Assignment.
Could you retype all of the data below exactly as given?

[Dataset records]
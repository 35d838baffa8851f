CREATE TABLE `rigs` (
	`id` text PRIMARY KEY NOT NULL,
	`owner_id` text NOT NULL,
	`trip_id` text,
	`name` text NOT NULL,
	`chemistry` text NOT NULL,
	`capacity_ah` real NOT NULL,
	`nominal_v` real NOT NULL,
	`reserve_pct` real,
	`initial_soc_pct` real NOT NULL,
	`heated_space` integer NOT NULL,
	`solar_arrays` text NOT NULL,
	`controller` text,
	`inverter` text,
	`shore_charger` text,
	`vehicle_charger` text,
	`generator` text,
	`propane_tanks` text NOT NULL,
	`version` integer DEFAULT 1 NOT NULL,
	`created_at` integer NOT NULL,
	`updated_at` integer NOT NULL,
	FOREIGN KEY (`owner_id`) REFERENCES `user`(`id`) ON UPDATE no action ON DELETE cascade,
	FOREIGN KEY (`trip_id`) REFERENCES `trips`(`id`) ON UPDATE no action ON DELETE cascade
);
--> statement-breakpoint
CREATE INDEX `rigs_owner_idx` ON `rigs` (`owner_id`);--> statement-breakpoint
CREATE INDEX `rigs_trip_idx` ON `rigs` (`trip_id`);--> statement-breakpoint
CREATE TABLE `stops` (
	`id` text PRIMARY KEY NOT NULL,
	`trip_id` text NOT NULL,
	`position` integer NOT NULL,
	`name` text NOT NULL,
	`lat` real NOT NULL,
	`lon` real NOT NULL,
	`elevation_m` real NOT NULL,
	`time_zone` text NOT NULL,
	`arrive_at` text NOT NULL,
	`depart_at` text NOT NULL,
	`exposure` text NOT NULL,
	`sky_outlook` text NOT NULL,
	`linke_turbidity` real,
	`hookup_amps` real,
	`hookup_volts` real,
	`generator_start_hour` integer,
	`generator_end_hour` integer,
	`low_c` real NOT NULL,
	`high_c` real NOT NULL,
	`notes` text DEFAULT '' NOT NULL,
	`version` integer DEFAULT 1 NOT NULL,
	FOREIGN KEY (`trip_id`) REFERENCES `trips`(`id`) ON UPDATE no action ON DELETE cascade
);
--> statement-breakpoint
CREATE INDEX `stops_trip_idx` ON `stops` (`trip_id`);--> statement-breakpoint
CREATE UNIQUE INDEX `stops_trip_position_idx` ON `stops` (`trip_id`,`position`);--> statement-breakpoint
CREATE TABLE `drives` (
	`id` text PRIMARY KEY NOT NULL,
	`trip_id` text NOT NULL,
	`position` integer NOT NULL,
	`hours_on_road` real NOT NULL,
	`vehicle_charging` integer NOT NULL,
	`version` integer DEFAULT 1 NOT NULL,
	FOREIGN KEY (`trip_id`) REFERENCES `trips`(`id`) ON UPDATE no action ON DELETE cascade
);
--> statement-breakpoint
CREATE UNIQUE INDEX `drives_trip_position_idx` ON `drives` (`trip_id`,`position`);--> statement-breakpoint
CREATE TABLE `appliances` (
	`id` text PRIMARY KEY NOT NULL,
	`trip_id` text NOT NULL,
	`position` integer NOT NULL,
	`name` text NOT NULL,
	`circuit` text NOT NULL,
	`quantity` integer NOT NULL,
	`running_w` real NOT NULL,
	`standby_w` real NOT NULL,
	`duty_cycle` real NOT NULL,
	`surge_w` real,
	`heat_input_w` real NOT NULL,
	`schedule_kind` text NOT NULL,
	`thermostat_mode` text,
	`set_point_c` real,
	`full_duty_delta_c` real,
	`caretaker_user_id` text,
	`version` integer DEFAULT 1 NOT NULL,
	FOREIGN KEY (`trip_id`) REFERENCES `trips`(`id`) ON UPDATE no action ON DELETE cascade,
	FOREIGN KEY (`caretaker_user_id`) REFERENCES `user`(`id`) ON UPDATE no action ON DELETE set null
);
--> statement-breakpoint
CREATE INDEX `appliances_trip_idx` ON `appliances` (`trip_id`);--> statement-breakpoint
CREATE TABLE `routine_windows` (
	`id` integer PRIMARY KEY AUTOINCREMENT NOT NULL,
	`appliance_id` text NOT NULL,
	`position` integer NOT NULL,
	`days` text NOT NULL,
	`start_hour` integer NOT NULL,
	`start_minute` integer NOT NULL,
	`minutes` integer NOT NULL,
	FOREIGN KEY (`appliance_id`) REFERENCES `appliances`(`id`) ON UPDATE no action ON DELETE cascade
);
--> statement-breakpoint
CREATE INDEX `routine_windows_appliance_idx` ON `routine_windows` (`appliance_id`);--> statement-breakpoint
CREATE TABLE `memberships` (
	`trip_id` text NOT NULL,
	`user_id` text NOT NULL,
	`role` text NOT NULL,
	`created_at` integer NOT NULL,
	PRIMARY KEY(`trip_id`, `user_id`),
	FOREIGN KEY (`trip_id`) REFERENCES `trips`(`id`) ON UPDATE no action ON DELETE cascade,
	FOREIGN KEY (`user_id`) REFERENCES `user`(`id`) ON UPDATE no action ON DELETE cascade
);
--> statement-breakpoint
CREATE INDEX `memberships_user_idx` ON `memberships` (`user_id`);--> statement-breakpoint
CREATE TABLE `activity` (
	`id` integer PRIMARY KEY AUTOINCREMENT NOT NULL,
	`trip_id` text NOT NULL,
	`user_id` text,
	`at` integer NOT NULL,
	`summary` text NOT NULL,
	FOREIGN KEY (`trip_id`) REFERENCES `trips`(`id`) ON UPDATE no action ON DELETE cascade,
	FOREIGN KEY (`user_id`) REFERENCES `user`(`id`) ON UPDATE no action ON DELETE set null
);
--> statement-breakpoint
CREATE INDEX `activity_trip_idx` ON `activity` (`trip_id`,`at`);--> statement-breakpoint
CREATE TABLE `preferences` (
	`user_id` text PRIMARY KEY NOT NULL,
	`units` text DEFAULT 'metric' NOT NULL,
	FOREIGN KEY (`user_id`) REFERENCES `user`(`id`) ON UPDATE no action ON DELETE cascade
);
--> statement-breakpoint
ALTER TABLE `trips` ADD `notes` text DEFAULT '' NOT NULL;--> statement-breakpoint
ALTER TABLE `trips` ADD `revision` integer DEFAULT 1 NOT NULL;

Reply to the exercise.
repository 35d838baffa8851f
CREATE TABLE `rigs` (
	`id` text PRIMARY KEY NOT NULL,
	`owner_id` text NOT NULL,
	`trip_id` text,
	`name` text NOT NULL,
	`chemistry` text NOT NULL,
	`capacity_ah` real NOT NULL,
	`nominal_v` real NOT NULL,
	`reserve_pct` real,
	`initial_soc_pct` real NOT NULL,
	`heated_space` integer NOT NULL,
	`solar_arrays` text NOT NULL,
	`controller` text,
	`inverter` text,
	`shore_charger` text,
	`vehicle_charger` text,
	`generator` text,
	`propane_tanks` text NOT NULL,
	`version` integer DEFAULT 1 NOT NULL,
	`created_at` integer NOT NULL,
	`updated_at` integer NOT NULL,
	FOREIGN KEY (`owner_id`) REFERENCES `user`(`id`) ON UPDATE no action ON DELETE cascade,
	FOREIGN KEY (`trip_id`) REFERENCES `trips`(`id`) ON UPDATE no action ON DELETE cascade
);
--> statement-breakpoint
CREATE INDEX `rigs_owner_idx` ON `rigs` (`owner_id`);--> statement-breakpoint
CREATE INDEX `rigs_trip_idx` ON `rigs` (`trip_id`);--> statement-breakpoint
CREATE TABLE `stops` (
	`id` text PRIMARY KEY NOT NULL,
	`trip_id` text NOT NULL,
	`position` integer NOT NULL,
	`name` text NOT NULL,
	`lat` real NOT NULL,
	`lon` real NOT NULL,
	`elevation_m` real NOT NULL,
	`time_zone` text NOT NULL,
	`arrive_at` text NOT NULL,
	`depart_at` text NOT NULL,
	`exposure` text NOT NULL,
	`sky_outlook` text NOT NULL,
	`linke_turbidity` real,
	`hookup_amps` real,
	`hookup_volts` real,
	`generator_start_hour` integer,
	`generator_end_hour` integer,
	`low_c` real NOT NULL,
	`high_c` real NOT NULL,
	`notes` text DEFAULT '' NOT NULL,
	`version` integer DEFAULT 1 NOT NULL,
	FOREIGN KEY (`trip_id`) REFERENCES `trips`(`id`) ON UPDATE no action ON DELETE cascade
);
--> statement-breakpoint
CREATE INDEX `stops_trip_idx` ON `stops` (`trip_id`);--> statement-breakpoint
CREATE UNIQUE INDEX `stops_trip_position_idx` ON `stops` (`trip_id`,`position`);--> statement-breakpoint
CREATE TABLE `drives` (
	`id` text PRIMARY KEY NOT NULL,
	`trip_id` text NOT NULL,
	`position` integer NOT NULL,
	`hours_on_road` real NOT NULL,
	`vehicle_charging` integer NOT NULL,
	`version` integer DEFAULT 1 NOT NULL,
	FOREIGN KEY (`trip_id`) REFERENCES `trips`(`id`) ON UPDATE no action ON DELETE cascade
);
--> statement-breakpoint
CREATE UNIQUE INDEX `drives_trip_position_idx` ON `drives` (`trip_id`,`position`);--> statement-breakpoint
CREATE TABLE `appliances` (
	`id` text PRIMARY KEY NOT NULL,
	`trip_id` text NOT NULL,
	`position` integer NOT NULL,
	`name` text NOT NULL,
	`circuit` text NOT NULL,
	`quantity` integer NOT NULL,
	`running_w` real NOT NULL,
	`standby_w` real NOT NULL,
	`duty_cycle` real NOT NULL,
	`surge_w` real,
	`heat_input_w` real NOT NULL,
	`schedule_kind` text NOT NULL,
	`thermostat_mode` text,
	`set_point_c` real,
	`full_duty_delta_c` real,
	`caretaker_user_id` text,
	`version` integer DEFAULT 1 NOT NULL,
	FOREIGN KEY (`trip_id`) REFERENCES `trips`(`id`) ON UPDATE no action ON DELETE cascade,
	FOREIGN KEY (`caretaker_user_id`) REFERENCES `user`(`id`) ON UPDATE no action ON DELETE set null
);
--> statement-breakpoint
CREATE INDEX `appliances_trip_idx` ON `appliances` (`trip_id`);--> statement-breakpoint
CREATE TABLE `routine_windows` (
	`id` integer PRIMARY KEY AUTOINCREMENT NOT NULL,
	`appliance_id` text NOT NULL,
	`position` integer NOT NULL,
	`days` text NOT NULL,
	`start_hour` integer NOT NULL,
	`start_minute` integer NOT NULL,
	`minutes` integer NOT NULL,
	FOREIGN KEY (`appliance_id`) REFERENCES `appliances`(`id`) ON UPDATE no action ON DELETE cascade
);
--> statement-breakpoint
CREATE INDEX `routine_windows_appliance_idx` ON `routine_windows` (`appliance_id`);--> statement-breakpoint
CREATE TABLE `memberships` (
	`trip_id` text NOT NULL,
	`user_id` text NOT NULL,
	`role` text NOT NULL,
	`created_at` integer NOT NULL,
	PRIMARY KEY(`trip_id`, `user_id`),
	FOREIGN KEY (`trip_id`) REFERENCES `trips`(`id`) ON UPDATE no action ON DELETE cascade,
	FOREIGN KEY (`user_id`) REFERENCES `user`(`id`) ON UPDATE no action ON DELETE cascade
);
--> statement-breakpoint
CREATE INDEX `memberships_user_idx` ON `memberships` (`user_id`);--> statement-breakpoint
CREATE TABLE `activity` (
	`id` integer PRIMARY KEY AUTOINCREMENT NOT NULL,
	`trip_id` text NOT NULL,
	`user_id` text,
	`at` integer NOT NULL,
	`summary` text NOT NULL,
	FOREIGN KEY (`trip_id`) REFERENCES `trips`(`id`) ON UPDATE no action ON DELETE cascade,
	FOREIGN KEY (`user_id`) REFERENCES `user`(`id`) ON UPDATE no action ON DELETE set null
);
--> statement-breakpoint
CREATE INDEX `activity_trip_idx` ON `activity` (`trip_id`,`at`);--> statement-breakpoint
CREATE TABLE `preferences` (
	`user_id` text PRIMARY KEY NOT NULL,
	`units` text DEFAULT 'metric' NOT NULL,
	FOREIGN KEY (`user_id`) REFERENCES `user`(`id`) ON UPDATE no action ON DELETE cascade
);
--> statement-breakpoint
ALTER TABLE `trips` ADD `notes` text DEFAULT '' NOT NULL;--> statement-breakpoint
ALTER TABLE `trips` ADD `revision` integer DEFAULT 1 NOT NULL;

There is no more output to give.